Video Joint Modelling Based on Hierarchical Transformer for Co-summarization (VJMHT)
August 24, 2025 ยท View on GitHub
Haopeng Li, Qiuhong Ke, Mingming Gong, Rui Zhang
IEEE Transactions on Pattern Analysis and Machine Intelligence
Introduction
We propose Video Joint Modelling based on Hierarchical Transformer (VJMHT) for co-summarization, which takes into consideration the semantic dependencies across videos.
VJMHT consists of two layers of Transformer: the first layer extracts semantic representation from individual shots of similar videos, while the second layer performs shot-level video joint modelling to aggregate cross-video semantic information. By this means, complete cross-video high-level patterns are explicitly modelled and learned for the summarization of individual videos.
Moreover, Transformer-based video representation reconstruction is introduced to maximize the high-level similarity between the summary and the original video.
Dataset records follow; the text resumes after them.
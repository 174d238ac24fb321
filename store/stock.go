package store

import (
	"context"
	"database/sql"
	"fmt"
	"strings"

	"drawerfit/fault"
	"drawerfit/stock"
)

const itemColumns = `id, kind, value, tolerance, quantity, package, dielectric, location, note,
	voltage, price_micros, min_stock, pack, supplier_ref,
	label, channels, gbw, dc_gain, slew, supply`

// itemColumnsOf is itemColumns of the table aliased a.
func itemColumnsOf(a string) string {
	cols := strings.Split(itemColumns, ",")
	for i, c := range cols {
		cols[i] = a + "." + strings.TrimSpace(c)
	}
	return strings.Join(cols, ", ")
}

// scanner is *sql.Row or *sql.Rows.
type scanner interface{ Scan(dest ...any) error }

func scanItem(s scanner, before ...any) (stock.Item, error) {
	var it stock.Item
	var kind string
	var price sql.NullInt64
	dest := append(before, &it.ID, &kind, &it.Value, &it.Tolerance, &it.Quantity,
		&it.Package, &it.Dielectric, &it.Location, &it.Note,
		&it.Voltage, &price, &it.Min, &it.Pack, &it.SupplierRef,
		&it.Name, &it.Channels, &it.GBW, &it.DCGain, &it.Slew, &it.Supply)
	if err := s.Scan(dest...); err != nil {
		return it, err
	}
	if price.Valid {
		if price.Int64 < 0 {
			return it, fmt.Errorf("row %d has price %d", it.ID, price.Int64)
		}
		it.Price = stock.MoneyFromMicros(price.Int64)
	}
	k, err := stock.ParseKind(kind)
	if err != nil {
		return it, fmt.Errorf("row %d has kind %q", it.ID, kind)
	}
	it.Kind = k
	return it, nil
}

// querier is *sql.DB or *sql.Tx.
type querier interface {
	QueryContext(ctx context.Context, q string, args ...any) (*sql.Rows, error)
	QueryRowContext(ctx context.Context, q string, args ...any) *sql.Row
	isPG() bool
}

// List returns the rows in the inventory that f selects: resistors, then
// capacitors, then amplifiers, each by value (amplifiers by label),
// tolerance, package, dielectric, location and id.
func (db *DB) List(ctx context.Context, f stock.Filter) ([]stock.Item, error) {
	return list(ctx, db.sql, f)
}

func list(ctx context.Context, q querier, f stock.Filter) ([]stock.Item, error) {
	query := `SELECT ` + itemColumns + ` FROM stock WHERE removed_at IS NULL`
	var args []any
	if f.Kind != nil {
		query += ` AND kind = ?`
		args = append(args, f.Kind.String())
	}
	pg := q.isPG()
	query += ` ORDER BY CASE kind WHEN 'resistor' THEN 0 WHEN 'capacitor' THEN 1 ELSE 2 END, value, ` +
		nocaseOrder(pg, "label") + `, tolerance, ` + nocaseOrder(pg, "package") + `, ` +
		nocaseOrder(pg, "dielectric") + `, ` + nocaseOrder(pg, "location") + `, id`
	rows, err := q.QueryContext(ctx, query, args...)
	if err != nil {
		return nil, fmt.Errorf("list stock: %w", err)
	}
	defer rows.Close()
	var out []stock.Item
	for rows.Next() {
		it, err := scanItem(rows)
		if err != nil {
			return nil, fmt.Errorf("list stock: %w", err)
		}
		out = append(out, it)
	}
	if err := rows.Err(); err != nil {
		return nil, fmt.Errorf("list stock: %w", err)
	}
	return out, nil
}

// Get returns the row with the given id; a removed or unknown id is
// fault.NotFound.
func (db *DB) Get(ctx context.Context, id int64) (stock.Item, error) { return get(ctx, db.sql, id) }

// Get is DB.Get inside the transaction.
func (tx *Tx) Get(ctx context.Context, id int64) (stock.Item, error) { return get(ctx, tx, id) }

func get(ctx context.Context, q querier, id int64) (stock.Item, error) {
	it, err := scanItem(q.QueryRowContext(ctx,
		`SELECT `+itemColumns+` FROM stock WHERE id = ? AND removed_at IS NULL`, id))
	if isNoRows(err) {
		return it, fault.NotFoundf("no stock row %d", id)
	}
	if err != nil {
		return it, fmt.Errorf("read stock row %d: %w", id, err)
	}
	return it, nil
}

// findIdentity returns the row in the inventory with it's identity, if any.
func findIdentity(ctx context.Context, q querier, it stock.Item) (stock.Item, bool, error) {
	pg := q.isPG()
	got, err := scanItem(q.QueryRowContext(ctx, `SELECT `+itemColumns+` FROM stock
		WHERE removed_at IS NULL AND kind = ? AND value = ? AND `+nocaseEq(pg, "label")+` AND tolerance = ?
		  AND `+nocaseEq(pg, "package")+` AND `+nocaseEq(pg, "dielectric")+` AND `+nocaseEq(pg, "location"),
		it.Kind.String(), it.Value, it.Name, it.Tolerance, it.Package, it.Dielectric, it.Location))
	if isNoRows(err) {
		return stock.Item{}, false, nil
	}
	if err != nil {
		return stock.Item{}, false, fmt.Errorf("look up %s: %w", it.Label(), err)
	}
	return got, true, nil
}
Requirements and Dependencies
- Python=3.8.5
- PyTorch=1.9, ortools=8.1.8487
Data Preparation
Download the datasets to datasets/.
Evaluation
Download our models to results/.
Run the following command to test our models.
$ python main.py -c configs/dataset_setting.py --eval
where dataset_setting.py is the configuration file that can be found in configs/. The results are saved in results/DATASET_SETTING/.
Example for testing the model trained on TVSum in the canonical setting:
$ python main.py -c configs/tvsum_can.py --eval
The results are saved in results/TVSUM_CAN.
Training
Run the following command to train the model:
$ python main.py -c configs/dataset_setting.py
Example for training the model on TVSum in the canonical setting:
$ python main.py -c configs/tvsum_can.py
The trained models and results are saved in results/TVSUM_CAN.
License and Citation
The use of this code is RESTRICTED to non-commercial research and educational purposes.
If you use this code or reference our paper in your work please cite this publication as:
@article{li2022video,
title={Video Joint Modelling Based on Hierarchical Transformer for Co-summarization},
author={Li, Haopeng and Ke, Qiuhong and Gong, Mingming and Zhang, Rui},
journal={IEEE Transactions on Pattern Analysis and Machine Intelligence},
year={2022},
publisher={IEEE}
}
Acknowledgement
The code is developed based on VASNet.